Just wonder how bad it is to smoke during a cycle.. I have stopped drinking completely (except one day last week..) but I smoke like 10-15 a day.


----------



## shamrock10 (Dec 8, 2004)

I asked that question before...they told be it DOES NOT cancel your workout, but it does slow the oxygen to your muscles or something like that...


----------



## NorthQ (Dec 8, 2004)

So it doesnt affect mucle growth much then.. good, because I dont think Im able to stop smoking AND drinking at the same time 

I dont smoke 1hour before and after workouts so the weins doesnt get smaller.


----------



## heavy (Dec 8, 2004)

It affects muscle growth to a tremendous degree. I quit last year, and have gained great since. Before, my gains were slow and small. Bro, IMO, if your gonna inject illegal hormones into your body, get your shit together and quit smoking, Thats my 2cc's.


----------



## Parker123 (Dec 8, 2004)

Smoking and weight training is like having sex with a fat chick....you just shouldnt do it.  If you cant quit at least try to wean off.  Sooner or later you got to quit anyway. :smoker:  :smoker:  :smoker:  :smoker:  :smoker:  :smoker:  :smoker:  :smoker:


----------



## dugie82 (Dec 8, 2004)

stop immediately. Weight loss and muscle atrophy is associated with smoking.


----------



## Aratesticle (Dec 9, 2004)

The only good thing I have heard is that nicotine has some antiestrogenic properties. I use this excuse with myself because I dip Skoal...lol....I really did hear that though.


----------



## Aratesticle (Dec 9, 2004)

P>S> smoking constricts blood vessels, now if taking high amounts of gear with water retention, increased blood pressure, why make the situation worse?


----------



## wolfyEVH (Dec 9, 2004)

Limit your alcohol intake as well.  I havent had more than 10 beers in the past 2 months....i usually have 10 beers a weekend......and i'm glad i'm a non smoker.....if you're doing steroids, you should be dedicated enough to have a great diet and lifestyle to make the most of your cycle, if not, you shouldnt be jucing in the first place.


----------



## DragonRider (Dec 9, 2004)

I agree with all of the statements above. Smoking does not fit with this lifestyle. My father died from emphyzema. He was diagnosed at 38 years old and wouldn't quit smoking. He passed away when he was 57.
Having said all that, is there anyone old enough here to remember Gunnar Rosbo? 

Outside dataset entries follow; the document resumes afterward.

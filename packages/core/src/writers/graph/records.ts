import type { Analysis, HistoryEdge, TableMeasures } from '../../analysis/types.js';
import type { VersionRange } from '../../analysis/ranges.js';

/** A value type of a graph attribute, named as GEXF names it (GraphML: `int` for `integer`). */
export type GraphAttributeType = 'string' | 'integer' | 'double' | 'boolean';

/** One attribute of the nodes or edges of the graph exports (GEXF, GraphML, DOT). */
export interface GraphAttribute<T> {
  name: string;
  type: GraphAttributeType;
  description: string;
  /** Undefined or null: the attribute is left out for this node or edge. */
  value: (t: T) => string | number | boolean | null | undefined;
}

/** An edge of the exports: one foreign key of the history graph, with whether it exists at the last version. */
export interface ExportEdge extends HistoryEdge {
  alive: boolean;
}

const ranges = (r: readonly VersionRange[]): string => r.map(([a, b]) => (a === b ? `${a}` : `${a}-${b}`)).join(';');

/** Attributes of every node (a table in the measures). */
export const NODE_ATTRIBUTES: readonly GraphAttribute<TableMeasures>[] = [
  { name: 'table_name', type: 'string', description: 'Physical name at the last version that had the table (the node id is its stable id; the label adds the namespace).', value: (t) => t.name },
  { name: 'namespace', type: 'string', description: 'Database schema (namespace); absent for the default one.', value: (t) => t.namespace },
  { name: 'orm_name', type: 'string', description: 'Name of the model, entity or class in the ORM code.', value: (t) => t.ormName },
  { name: 'kind', type: 'string', description: '`table`, or `implicit-join` for a join table an ORM creates implicitly.', value: (t) => t.kind },
  { name: 'in_degree', type: 'integer', description: 'Distinct other tables that ever referenced the table (history graph).', value: (t) => t.graph?.inDegree },
  { name: 'out_degree', type: 'integer', description: 'Distinct other tables the table ever referenced.', value: (t) => t.graph?.outDegree },
  { name: 'degree', type: 'integer', description: 'in_degree + out_degree: distinct neighbours.', value: (t) => t.graph?.degree },
  { name: 'self_references', type: 'integer', description: 'Foreign keys of the table to itself (not counted in the degrees).', value: (t) => t.graph?.selfReferences },
  { name: 'topology_class', type: 'string', description: 'Class in the history graph: `isolated`, `source`, `sink` or `intermediate`.', value: (t) => t.graph?.class },
  { name: 'class_changes', type: 'integer', description: 'Changes of class between consecutive versions of its life.', value: (t) => t.graph?.classChanges },
  { name: 'birth_group', type: 'string', description: '`initial` or `later`.', value: (t) => t.birthGroup },
  { name: 'birth_version', type: 'integer', description: 'Index of the version the table first appeared in.', value: (t) => t.birth.version },
  { name: 'birth_date', type: 'string', description: 'Committer date of that version, ISO 8601.', value: (t) => t.birth.date },
  { name: 'removal_version', type: 'integer', description: 'Index of the version at which the table was last removed; absent while it lives.', value: (t) => t.removal?.version },
  { name: 'removal_date', type: 'string', description: 'Committer date of that version, ISO 8601.', value: (t) => t.removal?.date },
  { name: 'alive', type: 'boolean', description: 'Whether the table exists at the last version.', value: (t) => t.removal === null },
  { name: 'spells', type: 'string', description: 'Versions the table existed in, as `first-last` ranges (both included; last empty while it lives), separated by `;`.', value: (t) => t.spells.map((s) => `${s.born}-${s.removed === null ? '' : s.removed - 1}`).join(';') },
  { name: 'lifetime_versions', type: 'integer', description: 'Versions the table lived in (summed over its spells).', value: (t) => t.lifetime.versions },
  { name: 'lifetime_days', type: 'double', description: 'Days of life by committer date (summed over its spells).', value: (t) => t.lifetime.days },
  { name: 'columns_at_birth', type: 'integer', description: 'Columns at its first birth.', value: (t) => t.columns.atBirth },
  { name: 'columns_at_end', type: 'integer', description: 'Columns at the last version that had it.', value: (t) => t.columns.atEnd },
  { name: 'counted_updates', type: 'integer', description: 'Changes of the counted kinds (see the analysis options).', value: (t) => t.countedUpdates },
  { name: 'updates_per_version', type: 'double', description: 'Counted updates per version of life.', value: (t) => t.updatesPerVersion },
  { name: 'updates_per_year', type: 'double', description: 'Counted updates per year (365.25 days) of life; absent below 30 days of life.', value: (t) => t.updatesPerYear },
  { name: 'activity_band', type: 'string', description: '`unchanged`, `low` or `high`; absent when its rate cannot be computed.', value: (t) => t.activityBand },
];

/** Attributes of every edge (a foreign key of the history graph). */
export const EDGE_ATTRIBUTES: readonly GraphAttribute<ExportEdge>[] = [
  { name: 'columns', type: 'string', description: 'Referencing columns, separated by `,` (the edge id is the foreign key identity: table, columns and target).', value: (e) => e.columns.join(',') },
  { name: 'referenced_columns', type: 'string', description: 'Referenced columns, separated by `,`.', value: (e) => e.referencedColumns.join(',') },
  { name: 'enforcement', type: 'string', description: 'Enforcements it had: `database`, `orm`, or both separated by `,`.', value: (e) => e.enforcement.join(',') },
  { name: 'versions', type: 'string', description: 'Versions the foreign key existed in, as `first-last` ranges (both included), separated by `;`.', value: (e) => ranges(e.versions) },
  { name: 'self_reference', type: 'boolean', description: 'Whether the foreign key references its own table.', value: (e) => e.source === e.target },
  { name: 'alive', type: 'boolean', description: 'Whether the foreign key exists at the last version.', value: (e) => e.alive },
];

/** The nodes and edges of the graph exports: the history graph of the analysis, in its order. */
export function graphRecords(analysis: Analysis): { nodes: TableMeasures[]; edges: ExportEdge[]; lastVersion: number } {
  const lastVersion = analysis.versions[analysis.versions.length - 1]!.index;
  const nodes = analysis.tables.filter((t) => t.graph !== null);
  const edges = analysis.graph.edges.map((e) => ({ ...e, alive: e.versions.some(([, to]) => to === lastVersion) }));
  return { nodes, edges, lastVersion };
}

/** The attributes for the codebook (packages/core/schema/graph-fields.json). */
export function graphFieldsDocument(): {
  description: string;
  node: Array<{ name: string; type: string; description: string }>;
  edge: Array<{ name: string; type: string; description: string }>;
} {
  const strip = (a: readonly GraphAttribute<never>[]) => a.map(({ name, type, description }) => ({ name, type, description }));
  return {
    description:
      'Written by `schema-strata export history.json --format gexf|graphml|dot -o FILE`: the history graph, one node per table in the measures (id: its stable id, label: its name), one directed edge per foreign key from the referencing table to the referenced one (id: the foreign key identity). GEXF is a dynamic graph: nodes and edges carry their lifetimes as spells (`--time version`: version indexes, both ends included; `--time date`: committer dates, a removal as an open end), and a dynamic attribute `version_class` gives the topology class in every version. GraphML and DOT carry the same attributes, the lifetimes as `spells` and `versions` text.',
    node: strip(NODE_ATTRIBUTES as readonly GraphAttribute<never>[]),
    edge: strip(EDGE_ATTRIBUTES as readonly GraphAttribute<never>[]),
  };
}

Check this link out. http://www.larrymccusker.com/rosbo.html

He was a bodybuilder back in the late 70's early 80's and he smoked like a chimney. He's the only bodybuilder I ever saw in Muscle & Fitness smoking a cigarette.


----------



## tee (Dec 9, 2004)

DragonRider said:
			
		

> I agree with all of the statements above. Smoking does not fit with this lifestyle. My father died from emphyzema. He was diagnosed at 38 years old and wouldn't quit smoking. He passed away when he was 57.
> Having said all that, is there anyone old enough here to remember Gunnar Rosbo?
> 
> Check this link out. http://www.larrymccusker.com/rosbo.html
> ...



I remember him well. In fact, I just threw out my old M&F mags last year from that era. I guess I should have sold them for some $$$ on ebay.


----------



## DragonRider (Dec 9, 2004)

tee said:
			
		

> I remember him well. In fact, I just threw out my old M&F mags last year from that era. I guess I should have sold them for some $$$ on ebay.


Man, if I could only get the money back that I wasted on bodybuilding magazines. I could probably afford a GH cycle.
I even wrote them a letter years ago telling them how I follow all of their advice and how hard I worked out, but I wasn't seeing the progress that they were making. 
I got a letter back, supposedly signed by Cory Everson, telling me to keep working out and keep reading Muscle and Fitness and I would eventually reach my goals. 
I never bought another mag after that. Lying bitch should have told me they were all jacked up on roids.


----------



## mer707 (Dec 9, 2004)

Why hinder your gains at all? Quit the drinking/smoking at least during your cycle, it's a waste of time and money bro.


----------



## ORACLE (Dec 9, 2004)

great point about the gear and water retention upping your blood pressure.  Really think about it....the smoking has probably already damaged your lungs the drinking put some damage to your liver....both of which you need especially on gear.  We don't do gear to be recreational we do it for whatever reasons but you definitly can't mix the good and the bad.


----------



## NorthQ (Dec 9, 2004)

Well, Im gaining like hell from the cycle Im on right now so it cant be THAT bad? checked today, im up 31lbs allready, 5th wk. 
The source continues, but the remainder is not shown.